欧州環境庁、プラネタリー・バウンダリーの概念に基づく欧州の環境負荷に関する報告書を公表

環境一般 調査/研究】 【掲載日】2020.05.05 【情報源】/2020.04.17 発表

 欧州環境庁(EEA)は、スイス連邦環境局(FOEN)と共同で、プラネタリー・バウンダリーの概念に基づく欧州の環境負荷に関する報告書をまとめた。報告書は、地球の環境容量を代表する地球システムのうち、窒素循環、リン循環、土地利用の変化、淡水利用の4つに焦点を当てており、地球の環境容量を超えない範囲で欧州が「安全に活動できる領域」(欧州の限界値)を算定し、現在の欧州の消費又は環境負荷がどの段階に位置するのかを分析している。
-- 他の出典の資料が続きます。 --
/// The tide per zone as small multiples on one scale: the zone's tide and its 95 % band, the
/// samples of the gauges feeding it (used, gap-filled, set aside by QC), and each stretch with
/// no tide shaded and labelled. A UTC clock axis.
fn tide_panels(r: &QaReport, out: &mut String) {
    let t0 = r
        .tide_series
        .iter()
        .filter_map(|s| s.times_s.first())
        .cloned()
        .fold(f64::INFINITY, f64::min);
    let t1 = r
        .tide_series
        .iter()
        .filter_map(|s| s.times_s.last())
        .cloned()
        .fold(f64::NEG_INFINITY, f64::max);
    let mut lo = f64::INFINITY;
    let mut hi = f64::NEG_INFINITY;
    for s in &r.tide_series {
        for (t, u) in s.tide_m.iter().zip(&s.u95_tide_m) {
            if let (Some(t), Some(u)) = (t, u) {
                lo = lo.min(t - u);
                hi = hi.max(t + u);
            }
        }
    }
    for g in &r.gauge_traces {
        for (t, h) in g.used.iter().chain(&g.flagged) {
            if *t >= t0 && *t <= t1 {
                lo = lo.min(*h);
                hi = hi.max(*h);
            }
        }
    }
    if t1.partial_cmp(&t0) != Some(std::cmp::Ordering::Greater) || !lo.is_finite() {
        out.push_str("<p>No tide over the survey period.</p>");
        return;
    }
    let (lo, hi) = (lo - 0.1, hi + 0.1);
    let (w, h, ml, mr, mt, mb) = (360.0, 190.0, 44.0, 10.0, 22.0, 34.0);
    let x = |t: f64| ml + (t - t0) / (t1 - t0) * (w - ml - mr);
    let y = |v: f64| mt + (hi - v) / (hi - lo) * (h - mt - mb);
    let date = chrono::DateTime::from_timestamp(t0.round() as i64, 0)
        .map(|d| d.format("%Y-%m-%d").to_string())
        .unwrap_or_default();
    out.push_str(r#"<div class="panels">"#);
    for (i, s) in r.tide_series.iter().enumerate() {
        let col = ZONE_COLOURS[i % ZONE_COLOURS.len()];
        let _ = write!(
            out,
            r#"<figure class="panel tide-panel"><svg class="small" viewBox="0 0 {w} {h}" role="img" aria-label="Tide in zone {0}"><text x="{ml}" y="14" class="ptitle">zone {0}</text>"#,
            esc(&s.zone)
        );
        // Gaps first, beneath everything; a label that would overlap the one before it goes a
        // row lower (about 5 px a character at the label's size).
        let mut rows_end: Vec<f64> = Vec::new();
        let mut gap_labels: Vec<String> = Vec::new();
        // The stretches found to the second when the report has them, else the grid's.
        let gaps: Vec<(f64, f64, Option<bool>)> = if s.gaps.is_empty() {
            tide_gaps(s)
                .into_iter()
                .map(|(a, b)| (a, b, None))
                .collect()
        } else {
            s.gaps.iter().map(|&(a, b, f)| (a, b, Some(f))).collect()
        };
        for (a, b, flagged) in gaps {
            let (xa, xb) = (x(a), x(b).max(x(a) + 2.0));
            let why = match flagged {
                Some(true) => " (QC)",
                Some(false) => " (gap)",
                None => "",
            };
            let text = format!("no tide {}–{}{why}", clock(a), clock(b));
            let half = 3.1 * text.chars().count() as f64;
            let cx = ((xa + xb) / 2.0).clamp(ml + half, w - mr - half);
            let row = rows_end
                .iter()
                .position(|end| *end < cx - half)
                .unwrap_or(rows_end.len());
            if row == rows_end.len() {
                rows_end.push(cx + half);
            } else {
                rows_end[row] = cx + half;
            }
            let _ = write!(
                out,
                r##"<rect class="gap" x="{xa:.1}" y="{mt}" width="{:.1}" height="{}" fill="#d9d9d9" fill-opacity="0.7"/>"##,
                xb - xa,
                h - mt - mb
            );
            // Drawn last, above the samples.
            gap_labels.push(format!(
                r#"<text x="{cx:.1}" y="{}" class="gaplabel" text-anchor="middle">{text}</text>"#,
                mt + 10.0 + 11.0 * row as f64
            ));
        }
        let yt = ticks(lo, hi, 6);
        let ys = if yt.len() > 1 { yt[1] - yt[0] } else { 1.0 };
        for v in &yt {
            let _ = write!(
                out,
                r##"<line x1="{ml}" y1="{0:.1}" x2="{1}" y2="{0:.1}" stroke="#e3e8ee"/><text x="{2}" y="{0:.1}" dy="4" class="tick" text-anchor="end">{3}</text>"##,
                y(*v),
                w - mr,
                ml - 4.0,
                fmt_tick(*v, ys)
            );
        }
        panel_axes(
            out,
            "above chart datum (m)",
            (w, h, ml, mr, mt, mb),
            (t0, t1),
            &x,
        );
        // Band and line, split where there is no tide.
        let mut runs: Vec<Vec<(f64, f64, f64)>> = vec![Vec::new()];
        for ((t, v), u) in s.times_s.iter().zip(&s.tide_m).zip(&s.u95_tide_m) {
            match (v, u) {
                (Some(v), Some(u)) => runs.last_mut().expect("one run").push((*t, *v, *u)),
                _ => {
                    if !runs.last().expect("one run").is_empty() {
                        runs.push(Vec::new());
                    }
                }
            }
        }
        for run in runs.iter().filter(|r| r.len() > 1) {
            let mut band = String::new();
            let mut line = String::new();
            for (j, (t, v, u)) in run.iter().enumerate() {
                let c = if j == 0 { "M" } else { "L" };
                let _ = write!(band, "{c}{:.1},{:.1} ", x(*t), y(v + u));
                let _ = write!(line, "{c}{:.1},{:.1} ", x(*t), y(*v));
            }
            for (t, v, u) in run.iter().rev() {
                let _ = write!(band, "L{:.1},{:.1} ", x(*t), y(v - u));
            }
            let _ = write!(
                out,
                r#"<path d="{band}Z" fill="{col}" fill-opacity="0.15" stroke="none"/><path class="tide" d="{line}" fill="none" stroke="{col}" stroke-width="1.6"/>"#
            );
        }
        // The feeding gauges' samples.
        for (k, gid) in s.gauges.iter().enumerate() {
            let Some(g) = r.gauge_traces.iter().find(|g| &g.gauge == gid) else {
                continue;
            };
            let gc = GAUGE_COLOURS[k % GAUGE_COLOURS.len()];
            let inside = |t: &f64| *t >= t0 && *t <= t1;
            for (t, v) in g.used.iter().filter(|p| inside(&p.0)) {
                let _ = write!(
                    out,
                    r#"<circle class="sample" cx="{:.1}" cy="{:.1}" r="1.3" fill="{gc}"/>"#,
                    x(*t),
                    y(*v)
                );
            }
            for (t, v) in g.filled.iter().filter(|p| inside(&p.0)) {
                let _ = write!(
                    out,
                    r##"<circle class="filled" cx="{:.1}" cy="{:.1}" r="2.6" fill="none" stroke="#2e7d32" stroke-width="1"/>"##,
                    x(*t),
                    y(*v)
                );
            }
            for (t, v) in g.flagged.iter().filter(|p| inside(&p.0)) {
                let (cx, cy) = (x(*t), y(*v));
                let _ = write!(
                    out,
                    r##"<path class="flagged" d="M{:.1},{:.1}L{:.1},{:.1}M{:.1},{:.1}L{:.1},{:.1}" stroke="#c0262d" stroke-width="1.6"/>"##,
                    cx - 3.0,
                    cy - 3.0,
                    cx + 3.0,
                    cy + 3.0,
                    cx - 3.0,
                    cy + 3.0,
                    cx + 3.0,
                    cy - 3.0
                );
            }
            // The gauges' keys, right-aligned after the title, about 6 px a character.
            let widths: Vec<f64> = s
                .gauges
                .iter()
                .map(|g| 14.0 + 6.0 * g.chars().count() as f64)
                .collect();
            let kx = w - mr - widths[k..].iter().sum::<f64>();
            let _ = write!(
                out,
                r#"<circle cx="{:.1}" cy="9" r="2.5" fill="{gc}"/><text x="{:.1}" y="13" class="tick">{}</text>"#,
                kx + 3.0,
                kx + 8.0,
                esc(gid)
            );
        }
        for l in gap_labels {
            out.push_str(&l);
        }
        out.push_str("</svg></figure>");
    }
    out.push_str("</div>");
    let _ = write!(
        out,
        r#"<p class="note">Time axis: UTC clock, {date}. Line: the zone's tide above chart datum; shaded band: ± U95 (k = 1.96). Dots: the samples of the gauges feeding the zone, at the gauge (before the zone's time corrector and range ratio); green rings: samples gap filling added; red crosses: samples quality control set aside; grey: no tide for the zone's soundings, to the minute, “(QC)” where a sample quality control set aside stops the tide, “(gap)” where a record has no sample.</p>"#
    );
}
これによれば、公平性やニーズ、開発の権利、主権、経済力を加味した欧州の限界値は中間値で7.3%となり、4つの地球システムに関して現在の欧州の消費に基づいた分析を行った結果、窒素循環が3.3倍、リン循環が2倍、土地利用が1.8倍、それぞれ欧州の限界値(中間値)を上回る。一方、淡水利用については同値に対して3分の1の水準に収まっているという。また、報告書は一人当たりの土地利用に基づいたスイスの生物多様性の損失についても分析を行い、同国の限界値を3.7倍超過していると算定した。